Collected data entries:
──────

#!/usr/bin/python3
"""Reference learning curves for headroom's curve loop (src/curve/measure.ts), computed with scikit-learn.

Run with Debian's interpreter and packages (python3-sklearn, python3-numpy), not a virtualenv:

    /usr/bin/python3 scripts/reference/sklearn_learning_curve.py           # rewrite the JSON
    /usr/bin/python3 scripts/reference/sklearn_learning_curve.py --check   # compare with the committed JSON

For breast_cancer.csv and digits.csv in fixtures/open-data/ (feature columns, then a `class` column) it
runs scikit-learn's learning_curve with headroom's default design and learner:
  - estimator: Pipeline(SimpleImputer(strategy="median"), StandardScaler(), LogisticRegression(C=1.0,
    max_iter=1000)); max_iter is raised from 100 so that no fit stops before lbfgs's own tolerance;
  - cv: RepeatedStratifiedKFold(n_splits=5, n_repeats=10, random_state=0), 50 (repeat, fold) pairs;
  - train_sizes: absolute row counts, 8 geometric sizes from 10% to 100% of the smallest training pool
    (rows - ceil(rows / 5)), rounded as headroom's geometricSizes (src/curve/sizes.ts):
    round(smallest * (largest / smallest) ** (i / 7)) with JavaScript's Math.round (halves up), kept
    strictly increasing; smallest is 0.1 * pool (not rounded first), largest the pool;
  - shuffle=True, random_state=0, n_jobs=1, scoring accuracy (the classifier's default score).
It records, per data set, the training sizes and the mean and standard deviation (numpy's, ddof=0) of
the 50 held-out accuracies at each size.

The output, fixtures/reference/sklearn-learning-curve.json, is deterministic apart from its `generated`
date, the versions and the runtime. `--check` recomputes and exits with status 1 when the training sizes
differ or any mean or standard deviation differs from the committed one by more than 1e-9; status 0
otherwise. The script prints one summary line and nothing else. It makes 800 fits (about 20 s).
"""

import argparse
import csv
import datetime
import json
import math
import os
import sys
import time
import warnings

import numpy as np
import sklearn
from sklearn.impute import SimpleImputer
from sklearn.linear_model import LogisticRegression
from sklearn.model_selection import RepeatedStratifiedKFold, learning_curve
from sklearn.pipeline import make_pipeline
from sklearn.preprocessing import StandardScaler

ROOT = os.path.dirname(os.path.dirname(os.path.dirname(os.path.abspath(__file__))))
OUTPUT = os.path.join(ROOT, "fixtures", "reference", "sklearn-learning-curve.json")
DATASETS = ["breast_cancer", "digits"]
FOLDS = 5
REPEATS = 10
SIZE_COUNT = 8
CHECK_TOLERANCE = 1e-9


def read_dataset(name):
    """Features (missing cells as NaN) and class labels (as written) of fixtures/open-data/<name>.csv."""
    with open(os.path.join(ROOT, "fixtures", "open-data", f"{name}.csv"), newline="") as handle:
        rows = list(csv.reader(handle))
    header, body = rows[0], rows[1:]
    if header[-1] != "class":
        raise SystemExit(f"{name}.csv: last column is {header[-1]!r}, expected 'class'")
    features = np.array([[float(cell) if cell not in ("", "NA") else np.nan for cell in row[:-1]] for row in body])
    labels = np.array([row[-1] for row in body])
    return features, labels


def js_round(x):
    """JavaScript's Math.round: the nearest integer, halves rounded up (Python's round goes to even)."""
    return int(math.floor(x + 0.5))


def geometric_sizes(smallest, largest, count=SIZE_COUNT):
    """headroom's geometricSizes (src/curve/sizes.ts), transcribed."""
    if largest <= smallest:
        return [largest]
    sizes = []
    for i in range(count):
        size = js_round(smallest * (largest / smallest) ** (i / (count - 1)))
        if not sizes or size > sizes[-1]:
            sizes.append(size)
    return sizes


def curve_of(name):
    features, labels = read_dataset(name)
    rows = len(labels)
    pool = rows - math.ceil(rows / FOLDS)
    sizes = geometric_sizes(0.1 * pool, pool)
    estimator = make_pipeline(
        SimpleImputer(strategy="median"), StandardScaler(), LogisticRegression(C=1.0, max_iter=1000)
    )
    with warnings.catch_warnings():
        warnings.simplefilter("error")  # a convergence warning would make the reference doubtful
        used_sizes, _, test_scores = learning_curve(
            estimator,
            features,
            labels,
            cv=RepeatedStratifiedKFold(n_splits=FOLDS, n_repeats=REPEATS, random_state=0),
            train_sizes=np.array(sizes),
            shuffle=True,
            random_state=0,
            n_jobs=1,
        )
    if used_sizes.tolist() != sizes:
        raise SystemExit(f"{name}: learning_curve used sizes {used_sizes.tolist()}, asked for {sizes}")
    return {
        "rows": rows,
        "smallestPool": pool,
        "trainingSizes": sizes,
        "meanScores": test_scores.mean(axis=1).tolist(),
        "standardDeviations": test_scores.std(axis=1).tolist(),
        "scoresPerSize": int(test_scores.shape[1]),
    }


def run():
    start = time.perf_counter()
    datasets = {name: curve_of(name) for name in DATASETS}
    return {
        "source": "scikit-learn 1.2 learning_curve from Debian python3-sklearn",
        "command": "/usr/bin/python3 scripts/reference/sklearn_learning_curve.py",
        "generated": datetime.date.today().isoformat(),
        "versions": {
            "python": sys.version.split()[0],
            "sklearn": sklearn.__version__,
            "numpy": np.__version__,
        },
        "design": {
            "estimator": "Pipeline(SimpleImputer(strategy='median'), StandardScaler(), LogisticRegression(C=1.0, max_iter=1000))",
            "cv": f"RepeatedStratifiedKFold(n_splits={FOLDS}, n_repeats={REPEATS}, random_state=0)",
            "learningCurve": "train_sizes=<trainingSizes>, shuffle=True, random_state=0, n_jobs=1, scoring=accuracy",
            "trainingSizes": "headroom geometricSizes(0.1 * pool, pool, 8), pool = rows - ceil(rows / 5)",
            "standardDeviation": "numpy std, ddof=0, over the folds x repeats held-out accuracies",
        },
        "runtimeSeconds": round(time.perf_counter() - start, 1),
        "datasets": datasets,
    }


def compare(fresh, committed):
    """Every place where the fresh curves drift from the committed ones."""
    problems = []
    for name, expected in committed["datasets"].items():
        got = fresh["datasets"].get(name)
        if got is None:
            problems.append(f"{name}: missing in fresh run")
            continue
        if got["trainingSizes"] != expected["trainingSizes"]:
            problems.append(f"{name}.trainingSizes: {got['trainingSizes']} vs committed {expected['trainingSizes']}")
            continue
        for key in ["meanScores", "standardDeviations"]:
            for i, (a, b) in enumerate(zip(got[key], expected[key])):
                if abs(a - b) > CHECK_TOLERANCE:
                    problems.append(f"{name}.{key}[{i}]: {a!r} vs committed {b!r}")
    return problems


def main():
    parser = argparse.ArgumentParser(description=__doc__.splitlines()[0])
    parser.add_argument("--check", action="store_true", help="compare a fresh run with the committed JSON")
    args = parser.parse_args()
    fresh = run()
    if args.check:
        with open(OUTPUT) as handle:
            committed = json.load(handle)
        problems = compare(fresh, committed)
        if problems:
            print(f"sklearn_learning_curve: {len(problems)} drift(s), first: {problems[0]}")
            sys.exit(1)
        print(
            f"sklearn_learning_curve: no drift beyond {CHECK_TOLERANCE:g} in {len(committed['datasets'])} curves "
            f"(sklearn {fresh['versions']['sklearn']}, committed with {committed['versions']['sklearn']}, "
            f"{fresh['runtimeSeconds']} s)"
        )
        return
    os.makedirs(os.path.dirname(OUTPUT), exist_ok=True)
    with open(OUTPUT, "w") as handle:
        json.dump(fresh, handle, indent=1)
        handle.write("\n")
    print(
        f"sklearn_learning_curve: wrote {os.path.relpath(OUTPUT, ROOT)} "
        f"({len(fresh['datasets'])} curves, sklearn {sklearn.__version__}, {fresh['runtimeSeconds']} s)"
    )


if __name__ == "__main__":
    main()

──────

* _Task instructions_: In exact wording, restate the lines of the data above from the first through the one holding "compare with the committed JSON", and stop after that line.

* _Solution below_:
#!/usr/bin/python3
"""Reference learning curves for headroom's curve loop (src/curve/measure.ts), computed with scikit-learn.

Run with Debian's interpreter and packages (python3-sklearn, python3-numpy), not a virtualenv:

    /usr/bin/python3 scripts/reference/sklearn_learning_curve.py           # rewrite the JSON
    /usr/bin/python3 scripts/reference/sklearn_learning_curve.py --check   # compare with the committed JSON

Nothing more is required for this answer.